И Женя начинает петь романсы. Не простые — забытые. Такие, от которых щемит где-то под рёбрами. Где прошлое — не музей, а живая, ноющая рана. И зритель — с каждым концертом — не аплодирует, а словно проходит через очищение. В зале не слышно восторга. В зале — слышно тишину. Такую, от которой мороз по коже.
Она поёт не голосом, а сердцем. И вот этот нерв — не стилизованный, не нарисованный — не выдерживают даже самые крепкие. Потому что правда не требует подпевки.
С тех пор она начинает ездить по стране. Концерты, сцены, города. Не те, где фанаты кричат «бис!», а те, где сидят старики, женщины с уставшими лицами, мужчины, которым некуда больше идти. Где по залу идёт не вино и свет, а воспоминание. Песня — как исповедь, которую можно не бояться слушать.
И вот тут — начинается обратная сторона славы.
Потому что однажды всё это стало... не нужно.
Да, вот так. Не скандал — не нужен. Не скандалишь — не продаёшься. Не вываливаешь декольте в клипах — неинтересна. Не кричишь на ток-шоу — никто не позовёт. Евгения Смольянинова не вписалась. Ни в продюсерскую схему, ни в формат радиостанций, ни в календарь корпоративов. Она не модернизировалась, не «осовременилась», не продалась. Оставалась собой. И именно поэтому — её стали звать всё реже.
А потом и вовсе — перестали.
Официальная формулировка: «не формат». Перевод: «слишком честная». А честность, как известно, в наше время плохо монетизируется.
Ирония? Конечно. Женщина, чьё пение оживляло больничные палаты, останавливало бунты и возвращало чувство людям, забывшим, что они люди — вдруг оказалась вне системы. Потому что песня её была — не для потребления, а для души. А душа, как выяснилось, нынче не в тренде.
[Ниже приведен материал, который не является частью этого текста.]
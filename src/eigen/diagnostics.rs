//! Accuracy measures of computed eigenpairs, in the scaled forms of LAPACK's
//! test routines DSTT21/DSTT22 (Anderson et al., *LAPACK Users' Guide*, 3rd
//! ed., SIAM 1999, sec. 7.7 and the test-suite documentation):
//!
//! residual_ratio = max_j ||A z_j - E_j B z_j||_1 / (||A||_1 N eps),
//! orthogonality_ratio = ||Z^T B Z - I||_1 / (k eps).
//!
//! Values below ~30 are "passed" in LAPACK's sense. The orthogonality measure
//! costs O(N k^2): use it for reporting, never inside iterations.

use rayon::prelude::*;

use super::matrix::Problem;
use super::subspace::gram;

/// ||A z_j - E_j B z_j||_1 of every pair, in parallel: the one residual
/// computation of a solve, which [`residual_ratio`] and the caller's own
/// per-level checks ([`pair_ratio`]) both read.
pub fn residual_norms(problem: &Problem, values: &[f64], vectors: &[Vec<f64>]) -> Vec<f64> {
    vectors
        .par_iter()
        .zip(values)
        .map(|(z, &e)| residual_norm1(problem, e, z))
        .collect()
}

/// max_j ||A z_j - E_j B z_j||_1 / (||A||_1 N eps) from the residual norms
/// of [`residual_norms`]; 0 for an empty set (NaN norms are skipped here:
/// the per-level checks catch them).
pub fn residual_ratio(problem: &Problem, norms: &[f64]) -> f64 {
    let n = problem.n();
    let anorm = problem.a.norm_one().max(f64::MIN_POSITIVE);
    let worst = norms.iter().copied().fold(0.0, f64::max);
    worst / (anorm * n as f64 * f64::EPSILON)
}

/// The scaled residual of one pair from its residual norm `r1 = ||A z - E B
/// z||_1`: `r1 / ((||A||_1 + |E| ||B||_1) N eps ||z||_2)` (the pencil's scale,
/// LAPACK Users' Guide sec. 4.7); NaN or infinite when E or z is not finite.
pub fn pair_ratio(problem: &Problem, energy: f64, z: &[f64], r1: f64) -> f64 {
    let scale = match problem.b {
        Some(b) => problem.a.norm_one() + energy.abs() * b.norm_one(),
        None => problem.a.norm_one(),
    };
    let length = z.iter().map(|x| x * x).sum::<f64>().sqrt();
    r1 / (scale.max(f64::MIN_POSITIVE) * z.len() as f64 * f64::EPSILON * length)
}

/// ||A z - e B z||_1 for one pair.
pub fn residual_norm1(problem: &Problem, e: f64, z: &[f64]) -> f64 {
    let n = problem.n();
    let mut az = vec![0.0; n];
    let mut bz = vec![0.0; n];
    problem.a.mul_vec(z, &mut az);
    problem.mul_b(z, &mut bz);
    az.iter().zip(&bz).map(|(a, b)| (a - e * b).abs()).sum()
}

/// ||Z^T B Z - I||_1 / (k eps); 0 for an empty set.
pub fn orthogonality_ratio(problem: &Problem, vectors: &[Vec<f64>]) -> f64 {
    let k = vectors.len();
    if k == 0 {
        return 0.0;
    }
    let n = problem.n();
    let g = match problem.b {
        None => gram(vectors, vectors, true),
        Some(_) => {
            let bz: Vec<Vec<f64>> = vectors
                .par_iter()
                .map(|z| {
                    let mut y = vec![0.0; n];
                    problem.mul_b(z, &mut y);
                    y
                })
                .collect();
            gram(vectors, &bz, false)
        }
    };
    let mut worst: f64 = 0.0;
    for j in 0..k {
        let s: f64 = (0..k)
            .map(|i| (g[(i, j)] - if i == j { 1.0 } else { 0.0 }).abs())
            .sum();
        worst = worst.max(s);
    }
    worst / (k as f64 * f64::EPSILON)
}
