//! Sturm counts of a symmetric tridiagonal matrix T (diagonal `d`, off-diagonal `e`):
//! the number of eigenvalues of T strictly below sigma equals the number of
//! negative pivots q_i of the LDL^T factorisation of T - sigma I,
//!
//! q_0 = d_0 - sigma,  q_i = (d_i - sigma) - e_{i-1}^2 / q_{i-1},
//!
//! (Sylvester's law of inertia; Wilkinson, *The Algebraic Eigenvalue Problem*,
//! 1965, ch. 5). A pivot with |q_i| <= pivmin is replaced by -pivmin, the
//! safeguard of LAPACK's dstebz (Demmel & Kahan, SIAM J. Sci. Stat. Comput.
//! 11 (1990) 873-912; Kahan, "Accurate eigenvalues of a symmetric tridiagonal
//! matrix", 1966): pivmin = safe_min * max(1, max e_i^2).
//!
//! [`sturm_counts`] evaluates several shifts in one sweep over the data (the
//! recurrences for distinct shifts are independent, so they run in SIMD lanes).

use rayon::prelude::*;

/// Squared off-diagonal and the pivot floor for a tridiagonal matrix.
#[derive(Debug, Clone)]
pub struct SturmData<'a> {
    /// Diagonal, length n.
    pub d: &'a [f64],
    /// Squared off-diagonal e_i^2, length n - 1.
    pub e2: Vec<f64>,
    /// Pivot floor (dstebz's pivmin).
    pub pivmin: f64,
}

impl<'a> SturmData<'a> {
    /// Prepares counts for T with diagonal `d` (len n) and off-diagonal `e` (len n - 1).
    pub fn new(d: &'a [f64], e: &[f64]) -> Self {
        let e2: Vec<f64> = e.iter().map(|v| v * v).collect();
        let emax = e2.iter().copied().fold(1.0, f64::max);
        Self {
            d,
            e2,
            pivmin: f64::MIN_POSITIVE * emax,
        }
    }

    /// Number of eigenvalues strictly below `sigma` (one shift).
    pub fn count(&self, sigma: f64) -> usize {
        sturm_count(self.d, &self.e2, self.pivmin, sigma)
    }
}

/// Number of eigenvalues of T below `sigma`; `e2` holds the squared off-diagonal.
pub fn sturm_count(d: &[f64], e2: &[f64], pivmin: f64, sigma: f64) -> usize {
    let mut q = d[0] - sigma;
    if q.abs() <= pivmin {
        q = -pivmin;
    }
    let mut c = usize::from(q < 0.0);
    for (&di, &ei) in d[1..].iter().zip(e2) {
        q = (di - sigma) - ei / q;
        if q.abs() <= pivmin {
            q = -pivmin;
        }
        c += usize::from(q < 0.0);
    }
    c
}

const LANES: usize = 8;

fn counts_lanes(d: &[f64], e2: &[f64], pivmin: f64, s: &[f64; LANES]) -> [usize; LANES] {
    let mut q = [0.0; LANES];
    let mut c = [0usize; LANES];
    for l in 0..LANES {
        q[l] = d[0] - s[l];
        if q[l].abs() <= pivmin {
            q[l] = -pivmin;
        }
        c[l] += usize::from(q[l] < 0.0);
    }
    for (&di, &ei) in d[1..].iter().zip(e2) {
        for l in 0..LANES {
            let mut v = (di - s[l]) - ei / q[l];
            if v.abs() <= pivmin {
                v = -pivmin;
            }
            q[l] = v;
            c[l] += usize::from(v < 0.0);
        }
    }
    c
}

/// Sturm counts at many shifts, several per sweep, groups in parallel.
/// The result is independent of the number of threads.
pub fn sturm_counts(data: &SturmData, shifts: &[f64]) -> Vec<usize> {
    if shifts.len() == 1 {
        return vec![data.count(shifts[0])];
    }
    let groups: Vec<Vec<usize>> = shifts
        .par_chunks(LANES)
        .map(|chunk| {
            let mut s = [chunk[0]; LANES];
            s[..chunk.len()].copy_from_slice(chunk);
            let c = counts_lanes(data.d, &data.e2, data.pivmin, &s);
            c[..chunk.len()].to_vec()
        })
        .collect();
    groups.into_iter().flatten().collect()
}

#[cfg(test)]
mod tests {
    use super::*;

    #[test]
    fn box_counts_match_closed_form() {
        // T = tridiag(-1, 2, -1), eigenvalues 2 - 2 cos(j pi/(n+1)) // closed form
        let n = 50;
        let d = vec![2.0; n];
        let e = vec![-1.0; n - 1];
        let data = SturmData::new(&d, &e);
        let ev: Vec<f64> = (1..=n)
            .map(|j| 2.0 - 2.0 * (j as f64 * std::f64::consts::PI / (n as f64 + 1.0)).cos())
            .collect();
        let shifts: Vec<f64> = (0..=40).map(|i| -0.1 + 4.2 * i as f64 / 40.0).collect();
        let many = sturm_counts(&data, &shifts);
        for (s, c) in shifts.iter().zip(&many) {
            let want = ev.iter().filter(|&&v| v < *s).count();
            assert_eq!(*c, want, "shift {s}");
            assert_eq!(data.count(*s), want);
        }
    }
}
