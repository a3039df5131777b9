//! Accuracy measures of computed eigenpairs, in the scaled forms of LAPACK's
//! test routines DSTT21/DSTT22 (Anderson et al., *LAPACK Users' Guide*, 3rd
//! ed., SIAM 1999, sec. 7.7 and the test-suite documentation):
//!
//! residual_ratio = max_j ||A z_j - E_j B z_j||_1 / (||A||_1 N eps),
//! orthogonality_ratio = ||Z^T B Z - I||_1 / (k eps).
//!
//! Values below ~30 are "passed" in LAPACK's sense. The orthogonality measure
//! costs O(N k^2): use it for reporting, never inside iterations.

use rayon::prelude::*;

use super::matrix::Problem;
use super::subspace::gram;

/// max_j ||A z_j - E_j B z_j||_1 / (||A||_1 N eps); 0 for an empty set.
pub fn residual_ratio(problem: &Problem, values: &[f64], vectors: &[Vec<f64>]) -> f64 {
    let n = problem.n();
    let anorm = problem.a.norm_one().max(f64::MIN_POSITIVE);
    let worst = vectors
        .par_iter()
        .zip(values)
        .map(|(z, &e)| residual_norm1(problem, e, z))
        .collect::<Vec<_>>()
        .into_iter()
        .fold(0.0, f64::max);
    worst / (anorm * n as f64 * f64::EPSILON)
}

/// ||A z - e B z||_1 for one pair.
pub fn residual_norm1(problem: &Problem, e: f64, z: &[f64]) -> f64 {
    let n = problem.n();
    let mut az = vec![0.0; n];
    let mut bz = vec![0.0; n];
    problem.a.mul_vec(z, &mut az);
    problem.mul_b(z, &mut bz);
    az.iter().zip(&bz).map(|(a, b)| (a - e * b).abs()).sum()
}

/// ||Z^T B Z - I||_1 / (k eps); 0 for an empty set.
pub fn orthogonality_ratio(problem: &Problem, vectors: &[Vec<f64>]) -> f64 {
    let k = vectors.len();
    if k == 0 {
        return 0.0;
    }
    let n = problem.n();
    let g = match problem.b {
        None => gram(vectors, vectors, true),
        Some(_) => {
            let bz: Vec<Vec<f64>> = vectors
                .par_iter()
                .map(|z| {
                    let mut y = vec![0.0; n];
                    problem.mul_b(z, &mut y);
                    y
                })
                .collect();
            gram(vectors, &bz, false)
        }
    };
    let mut worst: f64 = 0.0;
    for j in 0..k {
        let s: f64 = (0..k)
            .map(|i| (g[(i, j)] - if i == j { 1.0 } else { 0.0 }).abs())
            .sum();
        worst = worst.max(s);
    }
    worst / (k as f64 * f64::EPSILON)
}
Но она не уговаривала. Не устраивала камбэки. Просто жила. Иногда выступала. Иногда — пела для своих. Иногда — просто молчала. Молчание у таких людей тоже бывает важнее слов.
Последняя её встреча с Ольгой Сергеевой случилась за полгода до смерти наставницы. Они говорили. Долго. Просто — говорили. Без пафоса. Без «учитель — ученица». Две певицы. Две женщины. Одна линия жизни, переданная без нот.
А потом Евгения включила диск. Песня зазвучала. Сергеева — послушала и вдруг произнесла:
— Это я пою.
Евгения улыбнулась:
— Нет. Это я.
Старуха посмотрела на неё и сказала:
— Тогда, может быть, не всё зря...
И добавила:
— Только всё равно наши песни никому не нужны.
Вот это и было больнее всего. Даже не то, что она не стала «звездой» в привычном понимании. А то, что вот эти песни, вытканные из памяти, боли, любви, женской горечи, тоски, силы — оказались в ящике под грифом «немассово».
Хотя однажды — эти песни растопили даже тюремные маски. Даже ледяные глаза, в которых давно не было жизни.
И кто знает, может, именно эти песни потом тихо зазвучали в женской колонии, когда выключили свет. Когда охрана ушла, когда шум стих. Может, кто-то из этих женщин, отвернувшись к стене, шептал себе:
— Ах, что делает любовь...
А это, если вдуматься — больше, чем любой эфирный рейтинг.